(TASK ITEM) Could you set down all of the data again, exactly as it stands?

(DATA EXTRACT)
//! The state estimator: a Kalman filter over the wall's nodal temperatures
//! and the hot-face rate, its outputs with standard uncertainties, its health
//! (normalised innovation squared) and forecasts.
//!
//! # State and model
//!
//! `x = [T_0, T_1, …, T_{N−1}, r]`: every node of the [`WallModel`] grid
//! (node 0 is the hot face, node N−1 the shell) and `r = dT_0/dt`, °C/s.
//! One predict step of `Δt`:
//!
//! - `T_0' = T_0 + r Δt`, `r' = r + w` (constant-rate kinematics, `w` a
//!   random walk of spectral density `q_r`: Bar-Shalom, Li & Kirubarajan,
//!   *Estimation with Applications to Tracking and Navigation*, §6.2, the
//!   white-noise-acceleration model, with "position" = hot-face temperature);
//! - the interior: one backward-Euler step of the wall with the hot face
//!   going to `T_0'` and coefficients lagged at the current mean. That step
//!   is linear in `x` (the coefficients do not depend on the state being
//!   propagated), so `x' = F x + u` with `F = A⁻¹B` exactly, and the linear
//!   Kalman filter is exact for the lagged model (Simon, *Optimal State
//!   Estimation*, 2006, ch. 5). `F P Fᵀ` is formed as `F (F P)ᵀ` by applying
//!   the step to every column: 2 (N + 1) pairs of Thomas sweeps, O(N²), no
//!   dense matrix product.
//!
//! Process noise: on `(T_0, r)` the discretised white-noise-acceleration
//! covariance `q_r [[Δt³/3, Δt²/2], [Δt²/2, Δt]]`; on the nodes a small
//! model-error random walk, correlated in depth,
//! `q_n Δt exp(−|x_i − x_j|/ℓ)`, `ℓ` = [`NODE_NOISE_CORRELATION_FRACTION`]
//! of the wall, so that its effect does not depend on the grid.
//!
//! # Measurements
//!
//! A probe at depth `d` measures `H x = Σ w_j T_j`, the Lagrange quadratic
//! through the three nearest nodes of the layer that holds it (linear in a
//! one-cell layer; never across an interface, where the gradient jumps),
//! with variance `R = σ²`. Linear interpolation would misread a heating
//! profile by `Δx² T''/8`, about 3 K on a 29 mm grid at 60 °C/h in
//! fireclay, more than the probe noise. Probes are
//! assimilated one at a time (sequential scalar updates, exact for
//! independent measurement errors), the covariance in Joseph form
//! `P = (I − KH) P (I − KH)ᵀ + K R Kᵀ`, which for a scalar update is
//! `P − K hᵀ − h Kᵀ + S K Kᵀ` with `h = P Hᵀ`, `S = H h + R`: symmetric by
//! construction and O(N²).
//!
//! # Health
//!
//! Each step's normalised innovation squared `Σ ν²/S` is χ² with as many
//! degrees of freedom as probes assimilated when the model is right (Bar-
//! Shalom et al. §5.4). Over the last `nis_window` steps the sum is compared
//! with the 99.9 % quantile of χ² for the summed degrees of freedom
//! (Wilson–Hilferty approximation); above it the filter is declared diverged,
//! reset, and re-initialised from the current readings. The first
//! `nis_window` steps after an initialisation settle unjudged, so that the
//! transient of a fresh start cannot trigger a chain of resets. The rule is
//! evaluated every step on a sliding window, so its false-alarm rate per
//! run is well above 0.1 %: about 4 % of 16-hour runs with the right model
//! in the tests (one reset each, after which the filter settles again).

use heapless::{Deque, Vec as HVec};
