import type { Metadata } from "next";
import { AccountForm } from "@/components/account/account-form";

export const metadata: Metadata = { title: "Sign in with an e-mail link", robots: { index: false } };

// Scanner-safe: a GET or HEAD of the e-mailed address shows this page and consumes nothing.
// Only the person's POST (the button) signs in.
export default async function LinkPage({ searchParams }: { searchParams: Promise<{ token?: string }> }) {
  const { token } = await searchParams;
  if (token)
    return (
      <div className="space-y-6">
        <h1 className="text-2xl font-bold">Finish signing in</h1>
        <p>Press the button to sign in to Axisline on this device.</p>
        <AccountForm testId="link-confirm-form" endpoint="/api/account/link" submitLabel="Sign in to Axisline" redirectTo="/home" fields={[{ name: "token", label: "", type: "hidden", defaultValue: token }]} />
      </div>
    );
  return (
    <div className="space-y-6">
      <h1 className="text-2xl font-bold">Sign in with an e-mail link</h1>
      <p className="text-ink-muted">We&apos;ll e-mail you a link that signs you in once, within 10 minutes.</p>
      <AccountForm
        testId="link-request-form"
        endpoint="/api/account/link-request"
        submitLabel="E-mail me a link"
        successMessage={<p>If that address has an Axisline account, a sign-in link is on its way. It works once, for 10 minutes.</p>}
        fields={[{ name: "email", label: "E-mail", type: "email", autoComplete: "email" }]}
      />
    </div>
  );
}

(RESULT)
//! The state estimator: a Kalman filter over the wall's nodal temperatures
//! and the hot-face rate, its outputs with standard uncertainties, its health
//! (normalised innovation squared) and forecasts.
//!
//! # State and model
//!
//! `x = [T_0, T_1, …, T_{N−1}, r]`: every node of the [`WallModel`] grid
//! (node 0 is the hot face, node N−1 the shell) and `r = dT_0/dt`, °C/s.
//! One predict step of `Δt`:
//!
//! - `T_0' = T_0 + r Δt`, `r' = r + w` (constant-rate kinematics, `w` a
//!   random walk of spectral density `q_r`: Bar-Shalom, Li & Kirubarajan,
//!   *Estimation with Applications to Tracking and Navigation*, §6.2, the
//!   white-noise-acceleration model, with "position" = hot-face temperature);
//! - the interior: one backward-Euler step of the wall with the hot face
//!   going to `T_0'` and coefficients lagged at the current mean. That step
//!   is linear in `x` (the coefficients do not depend on the state being
//!   propagated), so `x' = F x + u` with `F = A⁻¹B` exactly, and the linear
//!   Kalman filter is exact for the lagged model (Simon, *Optimal State
//!   Estimation*, 2006, ch. 5). `F P Fᵀ` is formed as `F (F P)ᵀ` by applying
//!   the step to every column: 2 (N + 1) pairs of Thomas sweeps, O(N²), no
//!   dense matrix product.
//!
//! Process noise: on `(T_0, r)` the discretised white-noise-acceleration
//! covariance `q_r [[Δt³/3, Δt²/2], [Δt²/2, Δt]]`; on the nodes a small
//! model-error random walk, correlated in depth,
//! `q_n Δt exp(−|x_i − x_j|/ℓ)`, `ℓ` = [`NODE_NOISE_CORRELATION_FRACTION`]
//! of the wall, so that its effect does not depend on the grid.
//!
//! # Measurements
//!
//! A probe at depth `d` measures `H x = Σ w_j T_j`, the Lagrange quadratic
//! through the three nearest nodes of the layer that holds it (linear in a
//! one-cell layer; never across an interface, where the gradient jumps),
//! with variance `R = σ²`. Linear interpolation would misread a heating
//! profile by `Δx² T''/8`, about 3 K on a 29 mm grid at 60 °C/h in
//! fireclay, more than the probe noise. Probes are
//! assimilated one at a time (sequential scalar updates, exact for
//! independent measurement errors), the covariance in Joseph form
//! `P = (I − KH) P (I − KH)ᵀ + K R Kᵀ`, which for a scalar update is
//! `P − K hᵀ − h Kᵀ + S K Kᵀ` with `h = P Hᵀ`, `S = H h + R`: symmetric by
//! construction and O(N²).
//!
//! # Health
//!
//! Each step's normalised innovation squared `Σ ν²/S` is χ² with as many
//! degrees of freedom as probes assimilated when the model is right (Bar-
//! Shalom et al. §5.4). Over the last `nis_window` steps the sum is compared
//! with the 99.9 % quantile of χ² for the summed degrees of freedom
//! (Wilson–Hilferty approximation); above it the filter is declared diverged,
//! reset, and re-initialised from the current readings. The first
//! `nis_window` steps after an initialisation settle unjudged, so that the
//! transient of a fresh start cannot trigger a chain of resets. The rule is
//! evaluated every step on a sliding window, so its false-alarm rate per
//! run is well above 0.1 %: about 4 % of 16-hour runs with the right model
//! in the tests (one reset each, after which the filter settles again).

use heapless::{Deque, Vec as HVec};
import type { Metadata } from "next";
import { AccountForm } from "@/components/account/account-form";

export const metadata: Metadata = { title: "Sign in with an e-mail link", robots: { index: false } };

// Scanner-safe: a GET or HEAD of the e-mailed address shows this page and consumes nothing.
// Only the person's POST (the button) signs in.
export default async function LinkPage({ searchParams }: { searchParams: Promise<{ token?: string }> }) {
  const { token } = await searchParams;
  if (token)
    return (
      <div className="space-y-6">
        <h1 className="text-2xl font-bold">Finish signing in</h1>
        <p>Press the button to sign in to Axisline on this device.</p>
        <AccountForm testId="link-confirm-form" endpoint="/api/account/link" submitLabel="Sign in to Axisline" redirectTo="/home" fields={[{ name: "token", label: "", type: "hidden", defaultValue: token }]} />
      </div>
    );
  return (
    <div className="space-y-6">
      <h1 className="text-2xl font-bold">Sign in with an e-mail link</h1>
      <p className="text-ink-muted">We&apos;ll e-mail you a link that signs you in once, within 10 minutes.</p>
      <AccountForm
        testId="link-request-form"
        endpoint="/api/account/link-request"
        submitLabel="E-mail me a link"
        successMessage={<p>If that address has an Axisline account, a sign-in link is on its way. It works once, for 10 minutes.</p>}
        fields={[{ name: "email", label: "E-mail", type: "email", autoComplete: "email" }]}
      />
    </div>
  );
}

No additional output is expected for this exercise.